• _ACTION ITEM_
State how many lines of the entries hold the string "export", and nothing more.

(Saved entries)

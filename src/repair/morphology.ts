/**
 * Grey-level morphology and box filters on float planes: minimum and maximum over a square window by
 * the van Herk / Gil-Werman algorithm (three comparisons per pixel whatever the window), run along
 * rows then columns; box means by running sums. Edges repeat the border pixel.
 */

/**
 * Minimum (erosion) or maximum (dilation) over a (2r+1)-pixel square window. The row pass runs along
 * each row; the column pass runs over whole rows at a time, so both read memory in order.
 */
export function squareFilter(src: Float32Array, w: number, h: number, r: number, op: 'min' | 'max'): Float32Array {
  const k = 2 * r + 1;
  // Maximum is the minimum of the negated values: one set of loops serves both.
  const sign = op === 'min' ? 1 : -1;
  const tmp = new Float32Array(w * h);
  const m = w + 2 * r;
  const line = new Float32Array(m);
  const g = new Float32Array(m);
  const back = new Float32Array(m);
  for (let y = 0; y < h; y++) {
    const base = y * w;
    const first = sign * src[base]!;
    const last = sign * src[base + w - 1]!;
    for (let i = 0; i < r; i++) {
      line[i] = first;
      line[m - 1 - i] = last;
    }
    for (let i = 0; i < w; i++) line[i + r] = sign * src[base + i]!;
    runningMinima(line, m, k, g, back);
    for (let i = 0; i < w; i++) {
      const a = back[i]!;
      const b = g[i + 2 * r]!;
      tmp[base + i] = a < b ? a : b;
    }
  }
  // Columns: the padded rows -r..h-1+r, whole rows at a time.
  const rows = h + 2 * r;
  const G = new Float32Array(rows * w);
  const B = new Float32Array(rows * w);
  const rowOf = (i: number): number => Math.min(h - 1, Math.max(0, i - r)) * w;
  for (let b0 = 0; b0 < rows; b0 += k) {
    const b1 = Math.min(rows, b0 + k);
    G.set(tmp.subarray(rowOf(b0), rowOf(b0) + w), b0 * w);
    for (let i = b0 + 1; i < b1; i++) {
      const src0 = rowOf(i);
      const prev = (i - 1) * w;
      const at = i * w;
      for (let x = 0; x < w; x++) {
        const v = tmp[src0 + x]!;
        const p = G[prev + x]!;
        G[at + x] = v < p ? v : p;
      }
    }
    B.set(tmp.subarray(rowOf(b1 - 1), rowOf(b1 - 1) + w), (b1 - 1) * w);
    for (let i = b1 - 2; i >= b0; i--) {
      const src0 = rowOf(i);
      const next = (i + 1) * w;
      const at = i * w;
      for (let x = 0; x < w; x++) {
        const v = tmp[src0 + x]!;
        const p = B[next + x]!;
        B[at + x] = v < p ? v : p;
      }
    }
  }
  const out = new Float32Array(w * h);
  for (let y = 0; y < h; y++) {
    const lo = y * w;
    const hi = (y + 2 * r) * w;
    for (let x = 0; x < w; x++) {
      const a = B[lo + x]!;
      const b = G[hi + x]!;
      out[lo + x] = sign * (a < b ? a : b);
    }
  }
  return out;
}

/** Van Herk / Gil-Werman running minima within blocks of length k: forward into g, backward into back. */
function runningMinima(line: Float32Array, m: number, k: number, g: Float32Array, back: Float32Array): void {
  for (let b0 = 0; b0 < m; b0 += k) {
    const b1 = Math.min(m, b0 + k);
    let run = line[b0]!;
    g[b0] = run;
    for (let i = b0 + 1; i < b1; i++) {
      const v = line[i]!;
      if (v < run) run = v;
      g[i] = run;
    }
    run = line[b1 - 1]!;
    back[b1 - 1] = run;
    for (let i = b1 - 2; i >= b0; i--) {
      const v = line[i]!;
      if (v < run) run = v;
      back[i] = run;
    }
  }
}

/** Opening (erosion then dilation): removes bright details narrower than the window. */
export function opening(src: Float32Array, w: number, h: number, r: number): Float32Array {
  return squareFilter(squareFilter(src, w, h, r, 'min'), w, h, r, 'max');
}

/** Closing (dilation then erosion): removes dark details narrower than the window. */
export function closing(src: Float32Array, w: number, h: number, r: number): Float32Array {
  return squareFilter(squareFilter(src, w, h, r, 'max'), w, h, r, 'min');
}

/** Mean over a (2r+1)-pixel square window (edges repeat the border), by running sums. */
export function boxMean(src: Float32Array, w: number, h: number, r: number): Float32Array {
  const k = 2 * r + 1;
  const tmp = new Float32Array(w * h);
  for (let y = 0; y < h; y++) {
    const base = y * w;
    let sum = 0;
    for (let i = -r; i <= r; i++) sum += src[base + (i < 0 ? 0 : i >= w ? w - 1 : i)]!;
    for (let x = 0; x < w; x++) {
      tmp[base + x] = sum / k;
      const add = x + r + 1;
      const drop = x - r;
      sum += src[base + (add >= w ? w - 1 : add)]! - src[base + (drop < 0 ? 0 : drop)]!;
    }
  }
  // Columns: a running sum per column, a whole row at a time.
  const out = new Float32Array(w * h);
  const sums = new Float64Array(w);
  const row = (y: number): number => (y < 0 ? 0 : y >= h ? h - 1 : y) * w;
  for (let i = -r; i <= r; i++) {
    const at = row(i);
    for (let x = 0; x < w; x++) sums[x] += tmp[at + x]!;
  }
  for (let y = 0; y < h; y++) {
    const at = y * w;
    const add = row(y + r + 1);
    const drop = row(y - r);
    for (let x = 0; x < w; x++) {
      out[at + x] = sums[x]! / k;
      sums[x] += tmp[add + x]! - tmp[drop + x]!;
    }
  }
  return out;
}

/** A 0/1 mask grown by `r` pixels (square window), by running counts along rows then columns. */
export function dilateMask(mask: Uint8Array, w: number, h: number, r: number): Uint8Array {
  if (r <= 0) return mask.slice();
  const tmp = new Uint8Array(w * h);
  const out = new Uint8Array(w * h);
  const pass = (from: Uint8Array, to: Uint8Array, n: number, count: number, step: number, stride: number): void => {
    for (let c = 0; c < count; c++) {
      const base = c * stride;
      let ones = 0;
      for (let i = 0; i < Math.min(r, n); i++) ones += from[base + i * step]!;
      for (let i = 0, j = base; i < n; i++, j += step) {
        if (i + r < n) ones += from[base + (i + r) * step]!;
        if (i - r - 1 >= 0) ones -= from[base + (i - r - 1) * step]!;
        to[j] = ones > 0 ? 1 : 0;
      }
    }
  };
  pass(mask, tmp, w, h, 1, w);
  pass(tmp, out, h, w, w, 1);
  return out;
}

• _SOLUTION BELOW_
5